When a line of the entries contains "bySize", please list that line.

——————————

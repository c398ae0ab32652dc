/**
 * Writing the Logbook: logging a load that was run, correcting one, and the seal-check reminder
 * that goes with it. Reads are in logbook.ts.
 */
import { and, eq, sql } from 'drizzle-orm'
import { NO_ALTITUDE, PlanningRefusal, type JarSize, type Recipe } from '~~/utils/planning'
import { loadShortfall, requiredProcess, sealWindow, type RequiredProcess } from '~~/utils/after'
import type { LoadCreateInput, LoadUpdateInput } from '~~/utils/schemas/logbook'
import { loadCatalogue } from './catalogue'
import type { Database, Db, Tx } from './database'
import { loadDetail, requireLoad } from './logbook'
import { computePlan, requirePlan } from './plans'

/** Lock the household row so load numbers are handed out one at a time, then the next number. */
export async function nextLoadNumber(tx: Tx, householdId: string): Promise<number> {
  await tx.select({ id: tables.households.id }).from(tables.households).where(eq(tables.households.id, householdId)).for('update')
  const [row] = await tx.select({ max: sql<number>`coalesce(max(${tables.canningLoads.number}), 0)` })
    .from(tables.canningLoads).where(eq(tables.canningLoads.householdId, householdId))
  return Number(row?.max ?? 0) + 1
}

/** What the published tables require of these lines, or the refusal that says why nothing does. */
function requiredFor(
  lines: ReadonlyArray<{ recipe: Recipe, jarSize: JarSize }>,
  jarSizes: readonly JarSize[],
  gaugeType: 'dial' | 'weighted',
  altitudeFt: number,
): { required: RequiredProcess | null, reason?: string } {
  try {
    return { required: requiredProcess(lines, jarSizes, gaugeType, altitudeFt) }
  }
  catch (error) {
    if (error instanceof PlanningRefusal) return { required: null, reason: error.message }
    throw error
  }
}

/**
 * Log a load that was run. The pressure and minutes it needed come from the published table
 * for its recipes, jar sizes, the canner's gauge and the household's altitude (and the plan's
 * load, when it was logged from a plan); a load run with less is flagged with what to do.
 * Filling the jars takes them out of the household's empty-jar stock (never below 0).
 */
/** The times the Canning day recorded for a load as it ran; such a load waits for the canner to confirm it. */
export interface DayRecord {
  ventStartedAt: Date | null
  pressureReachedAt: Date | null
  processStartedAt: Date | null
  processEndedAt: Date | null
  pressureDrops: string[]
}

export async function createLoad(db: Db, householdId: string, userId: string, body: LoadCreateInput, day?: DayRecord) {
  const [{ catalogue, recipes }, [household], [canner]] = await Promise.all([
    loadCatalogue(db, householdId),
    db.select().from(tables.households).where(eq(tables.households.id, householdId)),
    db.select().from(tables.canners).where(and(eq(tables.canners.id, body.cannerId), eq(tables.canners.householdId, householdId))),
  ])
  if (!canner) badInput('cannerId', 'That canner is not one of this household\'s canners. Choose one from the list.')
  const lines = body.lines.map((line, i) => {
    const recipe = catalogue.recipes.find(r => r.id === line.recipeId)
    if (!recipe) badInput(`lines.${i}.recipeId`, 'That recipe is not in your Recipe book. Choose one from the list.')
    const jarSize = catalogue.jarSizes.find(j => j.id === line.jarSizeId)
    if (!jarSize) badInput(`lines.${i}.jarSizeId`, 'That jar size is not in the jar catalogue.')
    return { ...line, recipe, jarSize, product: line.product || recipes.find(r => r.id === recipe.id)!.name }
  })

  let planned: { psi: number, minutes: number } | null = null
  if (body.planId) {
    const plan = await requirePlan(db, householdId, body.planId)
    const result = await computePlan(db, householdId, plan.request).catch(() => null)
    const load = result?.loads.find(l => l.index === body.planLoad)
    if (result && !load) badInput('planLoad', `That plan has loads 1 to ${result.loads.length}.`)
    if (load) planned = { psi: load.pressurePsi, minutes: load.processMinutes }
  }
  // The altitude is stored with the load; without one there is no published pressure to check it against.
  const altitudeFt = household!.altitudeFt
  if (altitudeFt === null) refusal(NO_ALTITUDE)
  const { required: table, reason } = requiredFor(lines, catalogue.jarSizes, canner.gaugeType, altitudeFt)
  const required = table && planned
    ? { ...table, psi: Math.max(table.psi, planned.psi), minutes: Math.max(table.minutes, planned.minutes) }
    : table
  const shortfall = loadShortfall({ psi: body.pressurePsi, minutes: body.processMinutes }, required, reason)
  const endedAt = new Date(body.endedAt)

  const id = await db.transaction(async (tx) => {
    const number = await nextLoadNumber(tx, householdId)
    const [load] = await tx.insert(tables.canningLoads).values({
      householdId,
      number,
      status: 'done',
      planId: body.planId ?? null,
      planLoadIndex: body.planLoad ?? null,
      cannerId: canner.id,
      cannerName: canner.name,
      gaugeType: canner.gaugeType,
      altitudeFt,
      pressurePsi: body.pressurePsi,
      processMinutes: body.processMinutes,
      requiredPsi: required?.psi ?? null,
      requiredMinutes: required?.minutes ?? null,
      requiredSource: required ? (planned ? `${required.source}; and the saved plan` : required.source) : null,
      startedAt: new Date(body.startedAt),
      endedAt,
      shortfall,
      notes: body.notes,
      createdBy: userId,
      ...(day ?? {}),
      confirmedAt: day ? null : serverNow(),
      confirmedBy: day ? null : userId,
    }).returning({ id: tables.canningLoads.id })
    await tx.insert(tables.loadLines).values(lines.map((line, i) => ({
      loadId: load!.id,
      householdId,
      lineIndex: i,
      recipeId: line.recipe.id,
      product: line.product,
      jarSizeId: line.jarSize.id,
      jars: line.jars,
    })))
    const bySize = new Map<string, number>()
    for (const line of lines) bySize.set(line.jarSize.id, (bySize.get(line.jarSize.id) ?? 0) + line.jars)
    for (const [jarSizeId, jars] of bySize) {
      await tx.update(tables.jarStock)
        .set({ count: sql`greatest(${tables.jarStock.count} - ${jars}, 0)`, updatedAt: serverNow() })
        .where(and(eq(tables.jarStock.householdId, householdId), eq(tables.jarStock.jarSizeId, jarSizeId)))
    }
    await scheduleSealReminder(tx, householdId, load!.id, endedAt)
    if (body.planId) {
      await tx.update(tables.plans).set({ status: 'in-progress', updatedAt: serverNow() })
        .where(and(eq(tables.plans.id, body.planId), eq(tables.plans.status, 'planned')))
    }
    return load!.id
  })
  return loadDetail(db, householdId, id)
}

/** Record how a pending reprocessing load was run, change a load's notes, or confirm a load the Canning day logged. */
export async function updateLoad(db: Database, householdId: string, loadId: string, body: LoadUpdateInput, userId?: string) {
  const load = await requireLoad(db, householdId, loadId)
  const run = body.pressurePsi !== undefined || body.processMinutes !== undefined || body.startedAt !== undefined || body.endedAt !== undefined
  if (run && load.status !== 'pending') refusal('This load is already logged; only its notes can change. Log a new load for another run.')
  if (run) {
    for (const field of ['pressurePsi', 'processMinutes', 'startedAt', 'endedAt'] as const) {
      if (body[field] === undefined) badInput(field, 'Give the pressure, the minutes, the start and the end of the run.')
    }
  }
  await db.transaction(async (tx) => {
    if (!run) {
      const confirm = body.confirmed && !load.confirmedAt ? { confirmedAt: serverNow(), confirmedBy: userId ?? null } : {}
      await tx.update(tables.canningLoads).set({ notes: body.notes ?? load.notes, ...confirm, updatedAt: serverNow() }).where(eq(tables.canningLoads.id, load.id))
      return
    }
    const required = load.requiredPsi !== null && load.requiredMinutes !== null ? { psi: load.requiredPsi, minutes: load.requiredMinutes } : null
    let shortfall = loadShortfall({ psi: body.pressurePsi!, minutes: body.processMinutes! }, required)
    const startedAt = new Date(body.startedAt!)
    if (!shortfall && load.deadlineAt && startedAt > load.deadlineAt) {
      shortfall = { kind: 'under-processed', message: 'Reprocessed more than 24 hours after the first unloading, later than the USDA Complete Guide allows. Do not shelve these jars: refrigerate and eat within several days.' }
    }
    const endedAt = new Date(body.endedAt!)
    await tx.update(tables.canningLoads).set({
      status: 'done',
      pressurePsi: body.pressurePsi!,
      processMinutes: body.processMinutes!,
      startedAt,
      endedAt,
      shortfall,
      notes: body.notes ?? load.notes,
      confirmedAt: serverNow(),
      updatedAt: serverNow(),
    }).where(and(eq(tables.canningLoads.id, load.id), eq(tables.canningLoads.status, 'pending')))
    await scheduleSealReminder(tx, householdId, load.id, endedAt)
  })
  return loadDetail(db, householdId, load.id)
}

async function scheduleSealReminder(tx: Db, householdId: string, loadId: string, endedAt: Date) {
  await tx.insert(tables.reminders).values({
    householdId,
    kind: 'seal-check',
    loadId,
    dueAt: sealWindow(endedAt, endedAt).dueAt,
  }).onConflictDoNothing()
}
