/**
 * The Canning day of a saved plan on the server: start it (the plan as computed now is frozen
 * into a snapshot), read it, and record each action taken on it. Every action is checked
 * against the day's state (utils/day/state.ts) inside a transaction that locks the day, so two
 * devices pressing at once are put in order and a step cannot be skipped. Taking a load's jars
 * out writes its Logbook entry in the same transaction, with the times as they happened.
 */
import { and, asc, eq, inArray } from 'drizzle-orm'
import { applyEvent, checkUndo, dayState, DayRefusal, OFFLINE_LIMIT_MS, type DayEvent, type DaySnapshot, type LoadState } from '~~/utils/day/state'
import { daySnapshot } from '~~/utils/day/snapshot'
import { loadCode } from '~~/utils/after'
import type { DayEventInput } from '~~/utils/schemas/day'
import { recordActivity } from './activity'
import { loadCanners } from './catalogue'
import { serverNow } from './clock'
import type { Database, Db, Tx } from './database'
import { createLoad } from './logLoad'
import { computePlan, requirePlan } from './plans'

/** Clock skew allowed between a device and the server for a time a device sends. */
const SKEW_MS = 60_000

async function eventsOf(db: Db, planId: string): Promise<Array<DayEvent & { loadId: string | null }>> {
  const rows = await db.select({
    id: tables.dayEvents.id, target: tables.dayEvents.target, kind: tables.dayEvents.kind, at: tables.dayEvents.at,
    undoes: tables.dayEvents.undoes, loadId: tables.dayEvents.loadId, by: tables.users.name,
  }).from(tables.dayEvents).leftJoin(tables.users, eq(tables.users.id, tables.dayEvents.byUser))
    .where(eq(tables.dayEvents.planId, planId)).orderBy(asc(tables.dayEvents.seq))
  return rows.map(r => ({ ...r, at: r.at.toISOString() }))
}

/**
 * The day as every device shows it: the snapshot, the state of each load and task, what each
 * action was, the Logbook entries written so far, and the server's clock (timers count from it).
 */
export async function readDay(db: Db, householdId: string, planId: string) {
  const plan = await requirePlan(db, householdId, planId)
  const [day] = await db.select().from(tables.canningDays)
    .where(and(eq(tables.canningDays.planId, planId), eq(tables.canningDays.householdId, householdId)))
  const now = serverNow().toISOString()
  if (!day) return { planId, planName: plan.name, started: false as const, now }
  const events = await eventsOf(db, planId)
  const loadIds = events.filter(e => e.loadId).map(e => e.loadId!)
  const logged = loadIds.length
    ? await db.select({ id: tables.canningLoads.id, number: tables.canningLoads.number, shortfall: tables.canningLoads.shortfall, confirmedAt: tables.canningLoads.confirmedAt, planLoadIndex: tables.canningLoads.planLoadIndex })
        .from(tables.canningLoads).where(and(inArray(tables.canningLoads.id, loadIds), eq(tables.canningLoads.householdId, householdId)))
    : []
  const decided = logged.length
    ? await db.select({ loadId: tables.sealChecks.loadId }).from(tables.sealChecks).where(inArray(tables.sealChecks.loadId, logged.map(l => l.id)))
    : []
  return {
    planId,
    planName: plan.name,
    started: true as const,
    now,
    startedAt: day.startedAt.toISOString(),
    snapshot: day.snapshot,
    state: dayState(day.snapshot, events),
    events: events.map(({ loadId: _loadId, ...e }) => e),
    logged: logged.map(l => ({
      loadId: l.id,
      code: loadCode(l.number),
      index: l.planLoadIndex,
      shortfall: l.shortfall,
      confirmed: l.confirmedAt !== null,
      decided: decided.some(d => d.loadId === l.id),
    })),
  }
}

/** Freeze the plan as computed now into the day; starting a day already started changes nothing. */
export async function startDay(db: Database, householdId: string, userId: string, planId: string) {
  const plan = await requirePlan(db, householdId, planId)
  const [result, canners] = await Promise.all([computePlan(db, householdId, plan.request), loadCanners(db, householdId)])
  const snapshot: DaySnapshot = daySnapshot(plan.name, result, Object.fromEntries(canners.map(c => [c.id, c.name])))
  await db.transaction(async (tx) => {
    const [made] = await tx.insert(tables.canningDays).values({ planId, householdId, snapshot, startedAt: serverNow(), startedBy: userId })
      .onConflictDoNothing().returning({ planId: tables.canningDays.planId })
    if (made) await recordActivity(tx, { householdId, userId, kind: 'plan', summary: `Started the canning day of ${plan.name}`, detail: { planId } })
  })
  return readDay(db, householdId, planId)
}

/** When the action happened: now, or the time an offline device kept (not in the future, not older than 12 h). */
function eventTime(sent: string | undefined, now: Date): Date {
  if (!sent) return now
  const at = new Date(sent)
  if (at.getTime() > now.getTime() + SKEW_MS) badInput('at', 'That time is later than now; check the device\'s clock.')
  if (at.getTime() < now.getTime() - OFFLINE_LIMIT_MS) refusal('That action was kept offline for more than 12 hours; do it again, or correct the Logbook.', 'at')
  return at.getTime() > now.getTime() ? now : at
}

/** The Logbook entry of a load whose jars just came out, from what the day recorded. */
async function logLoad(tx: Tx, householdId: string, userId: string, planId: string, snapshot: DaySnapshot, load: LoadState) {
  const planned = snapshot.loads.find(l => l.index === load.index)!
  const logged = await createLoad(tx, householdId, userId, {
    planId,
    planLoad: load.index,
    cannerId: planned.cannerId,
    lines: planned.contents.map(c => ({ recipeId: c.recipeId, jarSizeId: planned.jarSizeId, jars: c.jars, product: c.label.replace(/^\d+ × /, '') })),
    pressurePsi: planned.pressurePsi,
    processMinutes: load.processedMinutes ?? 0,
    startedAt: load.heatAt!,
    endedAt: load.outAt!,
    notes: load.drops.length ? `The pressure dropped ${load.drops.length} time${load.drops.length === 1 ? '' : 's'}; the process was timed again from the beginning each time.` : '',
  }, {
    ventStartedAt: load.ventAt ? new Date(load.ventAt) : null,
    pressureReachedAt: load.pressureReachedAt ? new Date(load.pressureReachedAt) : null,
    processStartedAt: load.processStartedAt ? new Date(load.processStartedAt) : null,
    processEndedAt: load.processEndedAt ? new Date(load.processEndedAt) : null,
    pressureDrops: load.drops,
  })
  return logged
}

/**
 * Record one action on the day. The same action sent twice (a device that was offline sends
 * its queue again) is stored once. Answers the day as it now stands.
 */
export async function recordDayEvent(db: Database, householdId: string, userId: string, planId: string, body: DayEventInput) {
  await db.transaction(async (tx) => {
    const [day] = await tx.select().from(tables.canningDays)
      .where(and(eq(tables.canningDays.planId, planId), eq(tables.canningDays.householdId, householdId))).for('update')
    if (!day) {
      await requirePlan(tx, householdId, planId)
      refusal('This canning day has not started yet: open the Canning day and start it.', 'planId')
    }
    const [seen] = await tx.select({ id: tables.dayEvents.id }).from(tables.dayEvents)
      .where(and(eq(tables.dayEvents.planId, planId), eq(tables.dayEvents.clientId, body.clientId)))
    if (seen) return
    const events = await eventsOf(tx, planId)
    const state = dayState(day.snapshot, events)
    const at = eventTime(body.at, serverNow()).toISOString()
    const event: DayEvent = { id: crypto.randomUUID(), target: body.target, kind: body.kind, at, by: null, undoes: null }
    let next = state
    try {
      if (body.kind === 'undo') event.undoes = checkUndo(state, events, body.target).id
      else next = applyEvent(day.snapshot, state, event)
    }
    catch (error) {
      if (error instanceof DayRefusal) conflict(error.message, 'kind')
      throw error
    }
    await tx.insert(tables.dayEvents).values({
      id: event.id, planId, householdId, target: event.target, kind: event.kind, at: new Date(at), undoes: event.undoes, clientId: body.clientId, byUser: userId,
    })
    if (body.kind === 'out') {
      const load = next.loads.find(l => `load:${l.index}` === body.target)!
      const logged = await logLoad(tx, householdId, userId, planId, day.snapshot, load)
      await tx.update(tables.dayEvents).set({ loadId: logged.id }).where(eq(tables.dayEvents.id, event.id))
      await recordActivity(tx, { householdId, userId, kind: 'load', summary: `Took load ${load.index} of ${day.snapshot.planName} out; the Canning day logged it as ${logged.code}`, detail: { loadId: logged.id, planId } })
    }
    if (body.kind === 'pressure-dropped') {
      await recordActivity(tx, { householdId, userId, kind: 'load', summary: `Pressure dropped in load ${body.target.slice(5)} of ${day.snapshot.planName}; its process is timed again from the beginning`, detail: { planId } })
    }
  })
  return readDay(db, householdId, planId)
}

——————————

Written answer
    const bySize = new Map<string, number>()
    for (const line of lines) bySize.set(line.jarSize.id, (bySize.get(line.jarSize.id) ?? 0) + line.jars)
    for (const [jarSizeId, jars] of bySize) {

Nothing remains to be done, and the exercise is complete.